Work order: Once you reach the line containing "bad = ~np.isfinite(out)", copy it and every line after it exactly, through the end of the data below.

Exercise inputs:

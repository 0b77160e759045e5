"""Template banks: component masses and aligned spins of the templates to search with.

A :class:`Bank` holds four float64 arrays of equal length: ``m1`` and ``m2`` (component
masses, solar masses) and ``chi1`` and ``chi2`` (dimensionless spin components along the
orbital angular momentum, ``|chi| < 1``). It is immutable: its arrays are read-only.

File layout
-----------
``.npz``
    Arrays ``m1``, ``m2``, ``chi1``, ``chi2`` (float64, 1-D) plus 0-d arrays ``format``
    (``"chirpsift-bank"``) and ``version`` (``1``), and a 0-d string ``metadata`` (JSON:
    :attr:`Bank.metadata`). ``chi1``/``chi2`` and ``metadata`` are optional on reading.
``.parquet``
    Columns ``m1``, ``m2``, ``chi1``, ``chi2`` (float64), and the schema metadata
    key-value pairs ``format = "chirpsift-bank"``, ``version = "1"`` and ``metadata`` (JSON:
    :attr:`Bank.metadata`; for a placed bank ``region``, ``psd``, ``f_low``,
    ``minimal_match``, ``method``, ``seed``, ``sample_rate``). Files without
    that metadata (e.g. written by other tools) are accepted if they have the columns;
    ``chi1``/``chi2`` are optional on reading.
"""

from __future__ import annotations

import json
import numbers
import os
from collections.abc import Mapping
from pathlib import Path

import numpy as np

from ..io.readers import load_npz, read_parquet

__all__ = ["Bank", "BANK_FORMAT", "BANK_VERSION"]

BANK_FORMAT = "chirpsift-bank"
BANK_VERSION = 1
_FIELDS = ("m1", "m2", "chi1", "chi2")
_RECORD_DTYPE = np.dtype([(name, np.float64) for name in _FIELDS])


def _column(values, name: str) -> np.ndarray:
    try:
        arr = np.asarray(values)
    except ValueError:
        raise ValueError(f"{name} must be a 1-D array of numbers (got a ragged sequence)") from None
    if arr.dtype.kind in "c":
        raise TypeError(f"{name} must be real, got complex dtype {arr.dtype}")
    if arr.dtype.kind not in "iuf":
        raise TypeError(f"{name} must be an array of real numbers, got dtype {arr.dtype}")
    arr = np.atleast_1d(arr)
    if arr.ndim != 1:
        raise ValueError(f"{name} must be 1-D, got an array of shape {arr.shape}")
    out = np.array(arr, dtype=np.float64, copy=True)
    bad = ~np.isfinite(out)
    if bad.any():
        i = int(np.flatnonzero(bad)[0])
        raise ValueError(f"{name} must be finite; {name}[{i}] = {float(out[i])!r}")
    return out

Output for this exercise:
    bad = ~np.isfinite(out)
    if bad.any():
        i = int(np.flatnonzero(bad)[0])
        raise ValueError(f"{name} must be finite; {name}[{i}] = {float(out[i])!r}")
    return out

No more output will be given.